更年期、頑張っても良くならない人に必要なたったひとつのこと|大切なのは「増やすこと」ではない
更年期向けサービス「よりそる」代表・高本玲代さんは、多くの相談を受ける中で、更年期の不調に悩む人ほど「やること」を増やしがちだと感じているそう。大切なのは、何を足すかより何を減らすか。心と体に余白をつくる考え方を伺います。
更年期を迎える頃になると、「以前より疲れやすくなった」「思うように動けない日が増えた」「頑張っているのに良くならない」そんな悩みを抱える方が少なくありません。
そして、その状態から抜け出そうとして、多くの方が何か新しいことを始めます。
運動を始める。
食事を見直す。
サプリメントを試す。
本を読む。
動画を見る。
情報を集める。
もちろん、こうした行動そのものが悪いわけではありません。
ただ、これまで多くのご相談をお受けしてきた中で感じるのは、更年期で苦しくなっていく方にはある共通点があるということです。

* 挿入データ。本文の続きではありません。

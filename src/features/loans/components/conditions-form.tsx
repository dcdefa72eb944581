import type { LoanView } from '@shared/types/loan';
import { useState, type FormEvent } from 'react';
import { Button } from '@/components/ui/button';
import { TextField } from '@/components/ui/field';
import { ErrorNotice } from '@/components/ui/notices';
import type { useUpdateLoan } from '../api/loan-queries';

type Band = { min: number; max: number } | null;

const numberOrNull = (value: FormDataEntryValue | null) =>
  value === null || String(value).trim() === '' ? null : Number(value);

/** Both ends, or neither (no band agreed); one end alone is a mistake to say. */
function bandOf(data: FormData, name: string): Band | 'half' {
  const min = numberOrNull(data.get(`${name}Min`));
  const max = numberOrNull(data.get(`${name}Max`));
  if (min === null && max === null) return null;
  if (min === null || max === null) return 'half';
  return { min, max };
}

/** A band's two ends, read back by `bandOf(data, name)`. */
function BandFields({
  label,
  unit,
  name,
  band,
}: {
  label: string;
  unit: string;
  name: string;
  band: Band | undefined;
}) {
  return (
    <>
      {(['min', 'max'] as const).map((end) => (
        <TextField
          key={end}
          label={`${label} ${end === 'min' ? 'from' : 'to'} (${unit})`}
          name={`${name}${end === 'min' ? 'Min' : 'Max'}`}
          type="number"
          step="any"
          defaultValue={band?.[end] ?? ''}
        />
      ))}
    </>
  );
}

/**
 * The agreed conditions, changed by a conservator or an admin. A change takes the signature
 * off: the changed conditions are signed again before the loan goes ahead.
 */
export function ConditionsForm({
  loan,
  update,
}: {
  loan: LoanView;
  update: ReturnType<typeof useUpdateLoan>;
}) {
  const [mistake, setMistake] = useState<string | null>(null);
  const submit = (event: FormEvent<HTMLFormElement>) => {
    event.preventDefault();
    const data = new FormData(event.currentTarget);
    const temperatureC = bandOf(data, 'temperature');
    const humidityPercent = bandOf(data, 'humidity');
    if (temperatureC === 'half' || humidityPercent === 'half') {
      setMistake('Give both ends of a band, or leave both empty.');
      return;
    }
    setMistake(null);
    update.mutate({
      maxLux: numberOrNull(data.get('maxLux')) ?? Number.NaN,
      maxUv: numberOrNull(data.get('maxUv')),
      temperatureC,
      humidityPercent,
    });
  };
  return (
    <details className="mt-3 max-w-xl">
      <summary className="cursor-pointer text-sm">Change the conditions</summary>
      <form
        aria-label="Agreed conditions"
        className="mt-2 grid gap-2 sm:grid-cols-2"
        onSubmit={submit}
      >
        <TextField
          label="Illuminance at most (lx)"
          name="maxLux"
          type="number"
          step="any"
          min="0"
          required
          defaultValue={loan.maxLux}
        />
        <TextField
          label="Ultraviolet at most (µW/lm)"
          name="maxUv"
          type="number"
          step="any"
          min="0"
          defaultValue={loan.maxUv ?? ''}
        />
        <BandFields label="Temperature" unit="°C" name="temperature" band={loan.temperatureC} />
        <BandFields
          label="Relative humidity"
          unit="%"
          name="humidity"
          band={loan.humidityPercent}
        />
        <p className="text-xs text-ink-soft sm:col-span-2">
          Saving a change takes the signature off: the conditions are signed again afterwards.
        </p>
        {mistake && (
          <p role="alert" className="text-sm text-alert sm:col-span-2">
            {mistake}
          </p>
        )}
        <ErrorNotice error={update.error} className="sm:col-span-2" />
        <Button
          type="submit"
          tone="primary"
          disabled={update.isPending}
          className="sm:col-span-2 sm:justify-self-start"
        >
          {update.isPending ? 'Saving…' : 'Save the conditions'}
        </Button>
      </form>
    </details>
  );
}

それは、「やることを増やし続けている」ということです。
良くなりたいからこそ、増やしてしまう
体調が気になる。
疲れやすい。
以前のように動けない。
そんな状態になると、人は自然と解決策を探します。
そして、
「運動不足かもしれない」
「栄養が足りないのかもしれない」
「もっと頑張らないといけないのかもしれない」
と考えます。
その結果、
朝のウォーキングを始める。
ストレッチを追加する。
食事を変える。
睡眠を改善しようとする。
新しい健康法を試してみる。
少しずつやることが増えていきます。
一つひとつは良いことに見えます。けれど気がつくと、
仕事
家事
家族のこと
親のこと
そして健康のためにやること
抱えているものがどんどん増えていることがあります。
真面目な人ほど苦しくなりやすい
特に更年期世代の女性は、とても真面目な方が多いように感じます。
責任感がある
人に迷惑をかけたくない
期待に応えたい
自分が頑張れば何とかなると思っている
これまでの人生で、その姿勢によって多くのことを乗り越えてこられた方も多いでしょう。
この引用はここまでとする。